For the first step, the web designer is free to make an interface fitting their specific need. This includes making static success or error pages. The interface submits the input files and selected options to the backend WoW script responsible for collecting files from the user. A CRON (scheduler on UNIX) job is initiated to run at a defined time. This takes a snapshot (list and/or contents) of all files deposited at that time and runs the WoW processing script on them, serially. Since a CRON job runs like a user process, there are no time constraints imposed on the script. The system stores no files belonging to the user and the output file is also deleted after a set time.

If heavy use of a system occurs load balancing strategies may need to be invoked. Since there is no constraint in WoW that requires session management, load balancing can take place through use of DNS round robin resolution, or from the gateway to the server cluster. The bulk of the processing occurs offline, and the main component of this is the CRON jobs, or scheduled jobs/processes or programs, that initiate the non-interactive WoW scripts. These can be configured to run in off-peak hours for a particular WoW server which distributes the load on the server over time, and improves the system performance as well as the shared server's throughput. Hence, WoW can run on many shared, load balanced machines, reducing or removing the need for specialised hardware.

Finally, it is worth noting that a third, real time processing option was explored. This option enabled users who had not styled nor tagged their documents to insert sub-page splits interactively. This last option was eventually abandoned as long processing times for some documents exceeded the server time-out. Investigation of the cause of the problem identified several issues of relevance to the former two options.

Diagram 3: An example of Website output from MS Word course notes converted through WoW

The real time processing option used PHP scripts and served using Apache and libphp4.so (PHP's dynamically loadable module for Apache). The scripts were written to accept a zip file containing the MS Word created HTML document and related images. After decompression, the XML parser functions made available by PHP were used to process the HTML file, containing the xHTML produced by Word.

Unfortunately, the parse time increases with the number of MS Word tags in the document, and removal or clean-up of the tags is impossible since it spoils the formatting we are trying to preserve.
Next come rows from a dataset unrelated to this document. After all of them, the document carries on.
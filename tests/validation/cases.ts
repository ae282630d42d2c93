/** The validation cases, shared by the tests and by `dewline validate`. Each names its source. */
import type { Point } from '../../lib/section/geometry';
import type { SectionSnapshot } from '../../lib/section/schema';
import type { MeshSpec } from '../../lib/thermal/mesh';
import { buildSection, rect } from './helpers';

/** ISO 10211 Annex A case 1: exact solution by Fourier series (sum over odd sine modes). */
export function case1Exact(x: number, y: number, terms = 400): number {
  // T(x, y) = sum 40/k_n sin(k_n x) sinh(k_n y) / sinh(2 k_n), k_n = (2n + 1) pi / 2: T = 20 at y = 2,
  // 0 at x = 0 and y = 0, dT/dx = 0 at x = 1.
  let t = 0;
  for (let n = 0; n < terms; n++) {
    const k = ((2 * n + 1) * Math.PI) / 2;
    // sinh(k y) / sinh(2 k) without overflow.
    const ratio = Math.exp(k * (y - 2)) * (1 - Math.exp(-2 * k * y)) / (1 - Math.exp(-4 * k));
    t += (40 / k) * Math.sin(k * x) * ratio;
  }
  return t;
}

export const CASE1_MESH: MeshSpec = { h0: 0.005, growth: 1.15, hmax: 0.025, hmaxGround: 0.025 };
export const CASE2_MESH: MeshSpec = { h0: 0.0005, growth: 1.15, hmax: 0.01, hmaxGround: 0.01 };

export function case1Section(): SectionSnapshot {
  return buildSection(
    [{ id: 'unit', lambda: 1 }],
    [{ material: 'unit', points: rect(0, 0, 1, 2) }],
    [
      { id: 'top', kind: 'fixed', rect: [0, 2, 1, 2.1], t: 20, rs: 0 },
      { id: 'left', kind: 'fixed', rect: [-0.1, 0, 0, 2], t: 0, rs: 0 },
      { id: 'bottom', kind: 'fixed', rect: [0, -0.1, 1, 0], t: 0, rs: 0 },
    ],
  );
}

export function case1Points(): { at: Point }[] {
  const out: { at: Point }[] = [];
  for (let j = 7; j >= 1; j--) for (let i = 1; i <= 4; i++) out.push({ at: [0.25 * i, 0.25 * j] });
  return out;
}

const mm = (v: number) => v / 1000;
const P = (pts: number[][]): Point[] => pts.map(([x, y]) => [mm(x), mm(y)] as Point);

export function case2Section(): SectionSnapshot {
  return buildSection(
    [{ id: 'concrete', lambda: 1.15 }, { id: 'aluminium', lambda: 230 }, { id: 'wood', lambda: 0.12 }, { id: 'insulation', lambda: 0.029 }],
    [
      { material: 'insulation', points: P([[0, 1.5], [500, 1.5], [500, 41.5], [0, 41.5]]) },
      { material: 'concrete', points: P([[0, 41.5], [500, 41.5], [500, 47.5], [0, 47.5]]) },
      { material: 'wood', points: P([[0, 36.5], [15, 36.5], [15, 41.5], [0, 41.5]]) },
      { material: 'aluminium', points: P([[0, 0], [500, 0], [500, 1.5], [1.5, 1.5], [1.5, 35], [15, 35], [15, 36.5], [0, 36.5]]) },
    ],
    [
      { id: 'outside', kind: 'outdoor', rect: [0, mm(47.5), mm(500), mm(60)], t: 0, rs: 0.06 },
      { id: 'inside', kind: 'indoor', rect: [0, -mm(10), mm(500), 0], t: 20, rs: 0.11 },
    ],
  );
}

export function case2Points(): { name: string; at: Point; ref: number }[] {
  const raw: [string, number, number, number][] = [
    ['A', 0, 47.5, 7.1], ['B', 500, 47.5, 0.8], ['C', 0, 41.5, 7.9], ['D', 15, 41.5, 6.3], ['E', 500, 41.5, 0.8],
    ['F', 0, 36.5, 16.4], ['G', 15, 36.5, 16.3], ['H', 0, 0, 16.8], ['I', 500, 0, 18.3],
  ];
  return raw.map(([name, x, y, ref]) => ({ name, at: [mm(x), mm(y)] as Point, ref }));
}

/** ISO 6946 layered wall: U = 1 / (Rsi + sum d/lambda + Rse). */
export const WALL_LAYERS = [
  { id: 'gypsum', d: 0.0125, lambda: 0.25 },
  { id: 'insulation', d: 0.1, lambda: 0.035 },
  { id: 'concrete', d: 0.2, lambda: 2.0 },
];

/**
 * A wall 1 m high, indoor zone on the left (x < 0), outdoor on the right; orientation 'wall'
 * (horizontal heat flow), 'floor' (indoor above, heat flows down) or 'ceiling' (indoor below, heat flows up).
 */
export function layeredSection(orientation: 'wall' | 'floor' | 'ceiling', ti = 20, te = -10): SectionSnapshot {
  const total = WALL_LAYERS.reduce((s, l) => s + l.d, 0);
  const solids: { material: string; points: Point[] }[] = [];
  let s = 0;
  for (const l of WALL_LAYERS) {
    // Position across the wall, from the indoor side.
    const a = s, b = s + l.d;
    s = b;
    if (orientation === 'wall') solids.push({ material: l.id, points: rect(a, 0, b, 1) });
    else if (orientation === 'floor') solids.push({ material: l.id, points: rect(0, -b, 1, -a) });
    else solids.push({ material: l.id, points: rect(0, a, 1, b) });
  }
  const zones = orientation === 'wall'
    ? [{ id: 'in', kind: 'indoor' as const, rect: [-0.1, 0, 0, 1] as [number, number, number, number], t: ti }, { id: 'out', kind: 'outdoor' as const, rect: [total, 0, total + 0.1, 1] as [number, number, number, number], t: te }]
    : orientation === 'floor'
      ? [{ id: 'in', kind: 'indoor' as const, rect: [0, 0, 1, 0.1] as [number, number, number, number], t: ti }, { id: 'out', kind: 'outdoor' as const, rect: [0, -total - 0.1, 1, -total] as [number, number, number, number], t: te }]
      : [{ id: 'in', kind: 'indoor' as const, rect: [0, -0.1, 1, 0] as [number, number, number, number], t: ti }, { id: 'out', kind: 'outdoor' as const, rect: [0, total, 1, total + 0.1] as [number, number, number, number], t: te }];
  return buildSection(WALL_LAYERS.map((l) => ({ id: l.id, lambda: l.lambda })), solids, zones);
}

/**
 * ISO 13370 slab strip: B' = 8 m, so 4 m of floor inside a 0.3 m wall (symmetry plane at x = 0),
 * ground 20 m beside and below (2.5 b, ISO 10211 ground model). Floor: 0.1 m concrete on 0.05 m
 * insulation on the ground; the wall stands on the ground, its top cut adiabatic.
 */
export const SLAB = { bPrime: 8, w: 0.3, lambdaG: 2.0, concrete: { d: 0.1, lambda: 2.0 }, insulation: { d: 0.05, lambda: 0.035 } };

export function slabSection(): SectionSnapshot {
  const half = SLAB.bPrime / 2, w = SLAB.w;
  const tf = SLAB.concrete.d + SLAB.insulation.d;
  return buildSection(
    [{ id: 'ground', lambda: SLAB.lambdaG, pattern: 'earth' }, { id: 'concrete', lambda: SLAB.concrete.lambda }, { id: 'insulation', lambda: SLAB.insulation.lambda }, { id: 'wall', lambda: 1.0 }],
    [
      { material: 'ground', points: rect(0, -20, half + w + 20, 0) },
      { material: 'insulation', points: rect(0, 0, half, SLAB.insulation.d) },
      { material: 'concrete', points: rect(0, SLAB.insulation.d, half, tf) },
      { material: 'wall', points: rect(half, 0, half + w, tf) },
    ],
    [
      { id: 'in', kind: 'indoor', rect: [0, tf, half, tf + 0.5], t: 20 },
      { id: 'out', kind: 'ground-surface', rect: [half + w, 0, half + w + 20, 0.5], t: 0 },
    ],
    {
      ground: { characteristicDimension: SLAB.bPrime, wallThickness: w, floorFrom: [1, tf + 0.01], floorTo: [1, -0.01], groundLambda: SLAB.lambdaG },
    },
  );
}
Added to this is the problem that the real time processing requires that the system re-parses the previously parsed sections of the HTML document on every split request as this is required to locate the split as well as locate the bounds of the data between consecutive real time splits. Further, the real time option requires more than one user initiated request over a common context, that is, the extracted Cascading Style Sheet, the input document, output website and the two bounds on the chunked data. This creates the need for a common session management backend, such as a database server, to maintain load balancing. These issues all result in an excessive processing overhead for the real time option.
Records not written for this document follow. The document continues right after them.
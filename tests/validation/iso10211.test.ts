/**
 * ISO 10211 Annex A validation cases (2-D). A conforming method is within 0.1 K of the reference
 * temperatures and, for case 2, within 0.1 W/m of the heat flow (ISO 10211 Annex A).
 * The cases are defined once in lib/validation (also run by `dewline validate`).
 */
import { describe, expect, it } from 'vitest';
import { CASE1_TOP_ROW_RECALLED, case1Exact, case1Rows, case2Rows } from '../../lib/validation/iso10211';

describe('ISO 10211 Annex A, case 1 (half square column, Laplace, Fourier series computed here)', () => {
  const rows = case1Rows();
  const points = rows.filter((r) => r.name.startsWith('T(') && !r.name.includes('tabulated'));
  it('all 28 points within 0.1 K of the Fourier-series solution (ISO 10211 Annex A case 1)', () => {
    expect(points.length).toBe(28);
    for (const r of points) {
      expect(r.tolerance).toBe(0.1);
      expect(Math.abs(r.ours - r.reference), r.name).toBeLessThan(0.1);
    }
  });
  it('top row against the tabulated values 9.7, 13.4, 14.7, 15.1 C (ISO 10211 Annex A table, recalled from memory)', () => {
    const tab = rows.filter((r) => r.name.includes('tabulated'));
    expect(tab.map((r) => r.reference)).toEqual(CASE1_TOP_ROW_RECALLED);
    tab.forEach((r, k) => {
      expect(Math.abs(r.ours - r.reference)).toBeLessThan(0.1);
      // The series itself reproduces the recalled table to its one decimal.
      expect(Math.abs(case1Exact(0.25 * (k + 1), 1.75) - r.reference)).toBeLessThan(0.051);
    });
  });
  it('the Fourier series meets its boundary conditions (20 C on top, 0 C left and bottom)', () => {
    expect(case1Exact(0.5, 2)).toBeCloseTo(20, 0); // the series converges slowly on the jump line; mid-edge to 0.5 K
    expect(case1Exact(0, 1)).toBeCloseTo(0, 12);
    expect(case1Exact(0.5, 0)).toBeCloseTo(0, 12);
  });
  it('balances its energy (ISO 10211 energy balance)', () => {
    const b = rows.find((r) => r.name === 'energy balance')!;
    expect(b.ours).toBeLessThan(1e-4);
  });
});

describe('ISO 10211 Annex A, case 2 (aluminium section through insulation; geometry in DESIGN.md)', () => {
  const rows = case2Rows();
  it('heat flow 9.5 W/m within 0.1 W/m (ISO 10211 Annex A case 2)', () => {
    const r = rows.find((x) => x.name.startsWith('Phi'))!;
    expect(r.reference).toBe(9.5);
    expect(Math.abs(r.ours - 9.5)).toBeLessThan(0.1);
  });
  for (const name of ['A', 'B', 'C', 'D', 'E', 'F', 'G', 'H', 'I'])
    it(`point ${name} within 0.1 K (ISO 10211 Annex A case 2)`, () => {
      const r = rows.find((x) => x.name.startsWith(`T at ${name} `))!;
      expect(Math.abs(r.ours - r.reference)).toBeLessThan(0.1);
    });
  it('balances its energy', () => expect(rows.find((r) => r.name === 'energy balance')!.ours).toBeLessThan(1e-4));
});
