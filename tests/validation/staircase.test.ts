/**
 * The documented staircase error of sloped edges (docs/solver.md): a tilted plane wall against its
 * exact 1-D heat flow (ISO 6946 series resistances). Conduction alone (prescribed surface
 * temperatures) converges with the mesh; with surface resistances the error is bounded by the
 * staircase's extra face length, Rs acting as Rs / (|cos a| + |sin a|) (at most a factor sqrt 2).
 */
import { describe, expect, it } from 'vitest';
import { MESH_LEVELS } from '../../lib/thermal/mesh';
import { tiltedExactPhi, tiltedRatio, tiltedStaircasePhi } from '../../lib/validation/sloped';

const base = { L: 2, d: 0.2, lambda: 1 };

describe('sloped edges: staircase error', () => {
  it('axis-aligned walls are exact (no staircase)', () => {
    expect(Math.abs(tiltedRatio({ ...base, degrees: 0, rsi: 0.13, rse: 0.04 }, 'default') - 1)).toBeLessThan(1e-6);
  });
  for (const degrees of [15, 30, 45])
    it(`conduction only at ${degrees} degrees: error falls with the mesh, within 1.5 % at default and 1 % at fine`, () => {
      const w = { ...base, degrees, rsi: 0, rse: 0 };
      const e = (m: keyof typeof MESH_LEVELS) => Math.abs(tiltedRatio(w, MESH_LEVELS[m]) - 1);
      const ePreview = e('preview'), eDefault = e('default'), eFine = e('fine');
      expect(eDefault).toBeLessThan(0.015);
      expect(eFine).toBeLessThan(0.01);
      expect(eFine).toBeLessThan(ePreview);
    });
  for (const degrees of [15, 45])
    it(`with Rsi 0.13 and Rse 0.04 at ${degrees} degrees: Phi lies between exact and the staircase bound (within the conduction error)`, () => {
      const w = { ...base, degrees, rsi: 0.13, rse: 0.04 };
      const ratio = tiltedRatio(w, 'default');
      const bound = tiltedStaircasePhi(w) / tiltedExactPhi(w);
      expect(bound).toBeLessThanOrEqual(Math.SQRT2);
      expect(ratio).toBeGreaterThan(1 - 0.015);
      expect(ratio).toBeLessThan(bound * 1.015);
    });
});
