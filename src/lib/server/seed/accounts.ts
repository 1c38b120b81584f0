import { and, eq } from 'drizzle-orm';
import { db } from '../db';
import { memberships, studios, users, type Role } from '../db/schema';
import { hashPassword } from '../passwords';

/** Invented demo studio and accounts. Fixed ids make seeding idempotent. */
export const DEMO_STUDIO = { id: 'demo-studio', name: 'Tallow Lane Workshop' };
export const DEMO_PASSWORD = 'demo-password-1';
export const DEMO_USERS: { id: string; email: string; name: string; role: Role }[] = [
	{ id: 'demo-owner', email: 'owner@demo.interstice.test', name: 'Demo Owner', role: 'owner' },
	{
		id: 'demo-designer',
		email: 'designer@demo.interstice.test',
		name: 'Demo Designer',
		role: 'designer'
	},
	{ id: 'demo-client', email: 'client@demo.interstice.test', name: 'Demo Client', role: 'client' }
];

export async function seedAccounts() {
	const passwordHash = await hashPassword(DEMO_PASSWORD);
	await db.insert(studios).values(DEMO_STUDIO).onConflictDoNothing();
	for (const u of DEMO_USERS) {
		await db
			.insert(users)
			.values({
				id: u.id,
				email: u.email,
				name: u.name,
				passwordHash,
				activeStudioId: DEMO_STUDIO.id,
				emailVerifiedAt: new Date()
			})
			.onConflictDoNothing();
		const [m] = await db
			.select()
			.from(memberships)
			.where(and(eq(memberships.studioId, DEMO_STUDIO.id), eq(memberships.userId, u.id)));
		if (!m) {
			await db.insert(memberships).values({ studioId: DEMO_STUDIO.id, userId: u.id, role: u.role });
		}
	}
}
By comparison, the styled or tagged processing options require only one pass of the parser through the HTML document and, while long processing times and server time-outs occurred for the real time processing of very large documents and documents with many MS Word tags, no timeouts were experienced for these options. Since the number of document splits does not alter the total parses performed on the HTML document for first two options, it is only the overall length of the document, the number of tags and, possibly, interference from the shared server processes that may lead to a scheduler timeout in this system, but it is unlikely to occur readily.

WoW! Where is it now?

Current status

The system is currently in the user-testing and implementation phase. A group of users were identified during the initial scoping phase based on their perceived need for a system such as this. They are completing a usability test that will be analysed in a report on both the interface, help support, and functionality of the system. This will highlight where users are becoming confused or frustrated, and test how intelligent and robust the functionality is. Some further development of WoW may be required.

Use of WoW

Potential users of the WoW system within the University include academics, Web Publishers, Research and PhD students, and administrators, who could use the system for:

There are also a number of potential uses outside the University, particularly in activities that require online publication of manuals, policies and procedures, and support documentation. WoW would be particularly useful for functions areas that do not have existing web publishing expertise.

Advantages of WoW

The advantages of the system include that operation of the WoW modules is transparent to the user, and no user training is required (see Diagram 5). It is easily accessible on the Web and is fully scalable, no client-side installation is required and there are no ongoing costs. WoW is able to process any styled word document, it places minimal demands on the server and no file management or storage is required. Finally, the Website output produced by WoW is searchable, reusable and fully customisable.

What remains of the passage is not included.